The noble Lord then started referring to tariffs, saying that 90 per cent of tariffs have been abolished anyway. He has clearly not understood the distinction between tariff barriers being reduced and the creation of an internal market. The whole point of an internal market is that it deals with the non-tariff barriers, the really difficult obstacles to trade. Those problems have been dealt with very successfully by the creation of the single market. That seems to me to be a significant point.

Thirdly, he said that we have been forced to bail out Ireland because of our membership of the EU. Obviously he does not listen to his own Government. Ministers made it absolutely clear the other day that the reason we are contributing to Ireland has nothing to do with our membership of the EU, but is simply because it is in the national interest to help a neighbouring country with which we have a close economic relationship and a lot of ties, and indeed we hold a number of Ireland’s assets that we do not want to write off. The noble Lord needs to think about all these things and perhaps take some advice on some aspects before he addresses the House again on EU-related matters.
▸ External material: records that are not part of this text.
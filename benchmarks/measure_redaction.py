"""Precision and recall of redaction per kind, on a seeded labelled sample of positives and hard negatives.

    PYTHONPATH=src python benchmarks/measure_redaction.py [--seed 0] [--per-form 40] [--show-errors]

The sample is generated here: every item is a short text holding one value of a kind (e-mail, phone, card,
IBAN, IP) written in one of several forms, or one hard negative (section and version numbers, ISBNs, date
ranges, git file modes, hashes, times, prices, order numbers, Luhn-valid numbers of no card network) that
should be left alone. An item counts as found for a kind when the value is gone from the redacted text and a
placeholder of that kind stands in it. Figures go into docs/method.md ("Redaction: precision and recall");
tests/test_redaction_quality.py holds floors measured here, minus a margin.
"""

from __future__ import annotations

import argparse
import random
from collections.abc import Callable
from dataclasses import dataclass

from pilewise.ingest.redact import KINDS, PLACEHOLDERS, redact


@dataclass(frozen=True)
class Item:
    """One labelled text: the value in it, its kind (None for a hard negative) and the form it is written in."""

    text: str
    value: str
    kind: str | None
    form: str


def luhn_complete(prefix_and_body: str) -> str:
    """`prefix_and_body` with the Luhn check digit appended (ISO/IEC 7812-1 Annex B)."""
    total = 0
    for position, char in enumerate(reversed(prefix_and_body)):
        value = int(char)
        if position % 2 == 0:  # these positions are doubled once the check digit is appended
            value = value * 2 - 9 if value > 4 else value * 2
        total += value
    return prefix_and_body + str((10 - total % 10) % 10)


def _digits(rng: random.Random, n: int) -> str:
    return "".join(rng.choice("0123456789") for _ in range(n))


# Card networks' IIN prefixes and lengths, from their published ranges (from memory): Visa 4 (13, 16, 19),
# Mastercard 51-55 and 2221-2720 (16), American Express 34, 37 (15), Discover 6011, 644-649, 65 (16).
CARD_NETWORKS: dict[str, tuple[Callable[[random.Random], str], tuple[int, ...]]] = {
    "visa": (lambda r: "4", (16, 13, 19)),
    "mastercard": (lambda r: str(r.randint(51, 55)), (16,)),
    "mastercard 2-series": (lambda r: str(r.randint(2221, 2720)), (16,)),
    "amex": (lambda r: r.choice(["34", "37"]), (15,)),
    "discover": (lambda r: r.choice(["6011", "65", str(r.randint(644, 649))]), (16,)),
}


def card_number(rng: random.Random, network: str) -> str:
    prefix, lengths = CARD_NETWORKS[network]
    start = prefix(rng)
    length = rng.choice(lengths)
    return luhn_complete(start + _digits(rng, length - len(start) - 1))


def _grouped_card(number: str, rng: random.Random) -> str:
    if len(number) == 13:  # the old 13-digit Visa numbers: printed as one run here (no common grouping)
        return number
    if len(number) == 15:  # American Express prints 4-6-5
        parts = [number[:4], number[4:10], number[10:]]
    else:
        parts = [number[i : i + 4] for i in range(0, len(number), 4)]
    return rng.choice([" ", "-", ""]).join(parts)


def iban(rng: random.Random) -> str:
    """A valid IBAN of a few countries (ISO 13616: check digits 98 - (BBAN + country + 00) mod 97)."""
    country, length = rng.choice([("DE", 22), ("GB", 22), ("FR", 27), ("NL", 18), ("ES", 24), ("IT", 27)])
    if country == "GB":
        bban = "".join(rng.choice("ABCDEFGHIJKLMNOPQRSTUVWXYZ") for _ in range(4)) + _digits(rng, 14)
    elif country == "NL":
        bban = "".join(rng.choice("ABCDEFGHIJKLMNOPQRSTUVWXYZ") for _ in range(4)) + _digits(rng, 10)
    elif country == "IT":
        bban = rng.choice("ABCDEFGHIJKLMNOPQRSTUVWXYZ") + _digits(rng, 22)
    else:
        bban = _digits(rng, length - 4)
    numeric = "".join(str(int(c, 36)) for c in bban + country + "00")
    check = 98 - int(numeric) % 97
    compact = f"{country}{check:02d}{bban}"
    if rng.random() < 0.5:
        return " ".join(compact[i : i + 4] for i in range(0, len(compact), 4))
    return compact


def _email(rng: random.Random) -> tuple[str, str]:
    user = rng.choice(["anna", "j.smith", "b_lee", "support+tickets", "Chloe.Dubois", "dev-ops", "o'neil", "x9"])
    host = rng.choice(["example.com", "mail.example.org", "example.co.uk", "uni-example.de", "EXAMPLE.NET"])
    form = rng.choice(["plain", "angle", "mailto"])
    value = f"{user}@{host}"
    return value, {"plain": value, "angle": f"<{value}>", "mailto": f"mailto:{value}"}[form]


def _phone(rng: random.Random) -> tuple[str, str]:
    d = lambda n: _digits(rng, n)  # noqa: E731
    area = str(rng.randint(201, 989))
    forms = {
        "+44 20 7946 0958": f"+44 20 {d(4)} {d(4)}",
        "+1 (555) 123-4567": f"+1 ({area}) {area[:1]}{d(2)}-{d(4)}",
        "+33 6 12 34 56 78": f"+33 6 {d(2)} {d(2)} {d(2)} {d(2)}",
        "+49 30 1234567": f"+49 30 {d(7)}",
        "+61 2 9876 5432": f"+61 2 {d(4)} {d(4)}",
        "+353871234567": f"+3538{d(8)}",
        "(555) 123-4567": f"({area}) {rng.randint(2, 9)}{d(2)}-{d(4)}",
        "555-123-4567": f"{area}-{rng.randint(2, 9)}{d(2)}-{d(4)}",
        "555.123.4567": f"{area}.{rng.randint(2, 9)}{d(2)}.{d(4)}",
        "1 800 555 0199": f"1 800 {rng.randint(2, 9)}{d(2)} {d(4)}",
        "555-0149": f"{rng.randint(2, 9)}{d(2)}-{d(4)}",
        "555 0149": f"{rng.randint(2, 9)}{d(2)} {d(4)}",
        "020 7946 0958": f"020 {d(4)} {d(4)}",
        "06 12 34 56 78": f"06 {d(2)} {d(2)} {d(2)} {d(2)}",
        "0044 20 7946 0958": f"0044 20 {d(4)} {d(4)}",
        "0171 1234567": f"0171 {d(7)}",
    }
    form = rng.choice(list(forms))
    return form, forms[form]


def _ip(rng: random.Random) -> tuple[str, str]:
    octet = lambda: str(rng.choice([rng.randint(0, 255), rng.randint(0, 9), rng.randint(10, 99)]))  # noqa: E731
    forms = {
        "ipv4": ".".join([str(rng.randint(1, 223))] + [octet() for _ in range(3)]),
        "ipv4 private": f"192.168.{rng.randint(0, 255)}.{rng.randint(1, 254)}",
        "ipv4 port": f"10.{rng.randint(0, 255)}.{rng.randint(0, 255)}.{rng.randint(1, 254)}",
        "ipv6": f"2001:db8:{rng.randint(0, 0xffff):x}::{rng.randint(1, 0xffff):x}",
    }
    form = rng.choice(list(forms))
    value = forms[form]
    return form, value + (f":{rng.randint(1024, 65535)}" if form == "ipv4 port" else "")


POSITIVE_CONTEXTS = {
    "email": ["Please write to {} for a refund.", "From: {}", "Contact: {}", "cc {} and the team"],
    "phone": ["Call me on {} after five.", "Tel: {}", "Phone {} (office)", "Reach the desk at {}.",
              "my number is {}", "Mobile: {}"],
    "card": ["Card number {} was charged twice.", "Paid with {}.", "card: {}", "the card {} expired"],
    "iban": ["Please refund to IBAN {}.", "Account {} (savings)", "IBAN: {}"],
    "ip": ["The server at {} did not answer.", "login from IP {} blocked", "host {} timed out",
           "connect to {} failed"],
}


def positives(rng: random.Random, per_form: int) -> list[Item]:
    items: list[Item] = []
    for _ in range(per_form):
        value, shown = _email(rng)
        items.append(Item(rng.choice(POSITIVE_CONTEXTS["email"]).format(shown), value, "email", "e-mail"))
    for _ in range(per_form * 4):
        form, value = _phone(rng)
        items.append(Item(rng.choice(POSITIVE_CONTEXTS["phone"]).format(value), value, "phone", form))
    for network in CARD_NETWORKS:
        for _ in range(per_form):
            number = card_number(rng, network)
            value = _grouped_card(number, rng)
            items.append(Item(rng.choice(POSITIVE_CONTEXTS["card"]).format(value), value, "card", network))
    for _ in range(per_form):
        value = iban(rng)
        items.append(Item(rng.choice(POSITIVE_CONTEXTS["iban"]).format(value), value, "iban", "IBAN"))
    for _ in range(per_form * 2):
        form, value = _ip(rng)
        items.append(Item(rng.choice(POSITIVE_CONTEXTS["ip"]).format(value), value, "ip", form))
    return items


def _negative_forms(rng: random.Random) -> dict[str, tuple[str, str]]:
    d = lambda n: _digits(rng, n)  # noqa: E731
    small = lambda: str(rng.randint(1, 12))  # noqa: E731
    section = ".".join(small() for _ in range(4))
    year = rng.randint(1990, 2020)
    isbn13 = "978" + d(9)
    isbn13 += str((10 - sum((3 if i % 2 else 1) * int(c) for i, c in enumerate(isbn13)) % 10) % 10)
    isbn10 = d(9)
    isbn10 += "0123456789X"[sum((10 - i) * int(c) for i, c in enumerate(isbn10)) * 10 % 11]
    unknown_prefix = luhn_complete(rng.choice(["9", "8", "7", "1"]) + d(15))
    fake_visa = luhn_complete("4" + d(13))  # 15 digits: Visa has none of that length
    return {
        "section number": (section, f"as described in section {section} of the standard"),
        "section sign": (section, f"see § {section} above"),
        "version": (section, f"upgraded to version {section} last week"),
        "version v": (section, f"fixed in v{section}"),
        "release number": (f"{rng.randint(1, 20)}.{rng.randint(0, 30)}.{rng.randint(0, 30)}.{d(4)}",
                           "build {} is out"),
        "ISBN-13": (f"{isbn13[:3]}-{isbn13[3]}-{isbn13[4:7]}-{isbn13[7:12]}-{isbn13[12]}", "ISBN {}"),
        "ISBN-10": (f"{isbn10[0]}-{isbn10[1:4]}-{isbn10[4:9]}-{isbn10[9]}", "ISBN {} (paperback)"),
        "ISBN bare": (f"{isbn13[:3]}-{isbn13[3:]}", "isbn: {}"),
        "date range": (f"{year}-{year + rng.randint(1, 6)}", "copyright {} the authors"),
        "date range spaced": (f"{year} - {year + rng.randint(1, 6)}", "in the years {} we grew"),
        "date": (f"{year}-{rng.randint(1, 12):02d}-{rng.randint(1, 28):02d}", "released on {}"),
        "dates": (f"{year}-01-05 to {year}-02-07", "open from {}"),
        "git modes": ("100644 100644 100644", ":{} M\tsrc/main.c"),
        "git index": (f"{d(7)}..{d(7)} 100755", "index {}"),
        "hash": (f"{rng.getrandbits(160):040x}", "commit {}"),
        "digit hash": (d(16), "trace id {} in the log"),
        "time": (f"{rng.randint(0, 23):02d}:{rng.randint(0, 59):02d}:{rng.randint(0, 59):02d}", "at {} UTC"),
        "time range": (f"{rng.randint(7, 9):02d}:00-{rng.randint(16, 19)}:30", "open {} daily"),
        "price": (f"${rng.randint(1, 99)},{d(3)}.{d(2)}", "total {} incl. VAT"),
        "price grouped": (f"{rng.randint(1, 99)} {d(3)} {d(3)}", "budget of {} EUR"),
        "order number": (f"#{d(7)}", "order {} shipped"),
        "order run": (d(8), "order number {} shipped"),
        "count before word": (str(rng.randint(2, 9)), "{} phone calls and 12 e-mails"),
        "counts": (f"{d(3)} {d(4)}", "{} items, 3 boxes"),
        "luhn, no network": (unknown_prefix, "tracking {}"),
        "luhn, wrong length": (fake_visa, "serial {}"),
        "invalid octets": (f"{rng.randint(256, 999)}.{rng.randint(0, 255)}.{rng.randint(0, 255)}.{rng.randint(0, 255)}",
                           "counter {}"),
        "leading zeros": (f"0{rng.randint(1, 9)}.0{rng.randint(1, 9)}.0{rng.randint(1, 9)}.0{rng.randint(1, 9)}",
                          "code {}"),
        "coordinates": (f"{rng.randint(10, 89)}.{d(4)}, {rng.randint(10, 179)}.{d(4)}", "located at {}"),
        "percent": (f"{rng.randint(1, 99)}.{d(2)}%", "growth of {}"),
        "phone-like id": (f"{d(3)}-{d(2)}-{d(4)}", "case {} closed"),
    }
The Bill before us has already been described several times as a “bad Bill”. It is worse than that: it is a disreputable Bill and the most cynical Bill that I have ever read—and I say that coolly, reflectively and seriously. I shall explain exactly what I mean in saying that. As has already been pointed out, of course, the Bill was born in cynicism. It has nothing to do with trying to increase democratic accountability in this country or with advancing the interests of this nation. As we all know, it was a decision by the Prime Minister to give a sop to the extreme Eurosceptics in the Tory party to get them off his back, and no doubt to make an attempt at getting some UKIP voters back into the Tory fold. The Lib Dems went along with this and thus have swallowed a lot of their own principles—just as they are swallowing their principles in supporting the Government on their excessively rapid spending cuts, on a Bill to restructure and privatise large tracts of the National Health Service and on the abandonment of their electoral promises on tuition fees and so forth. It is not a very edifying spectacle.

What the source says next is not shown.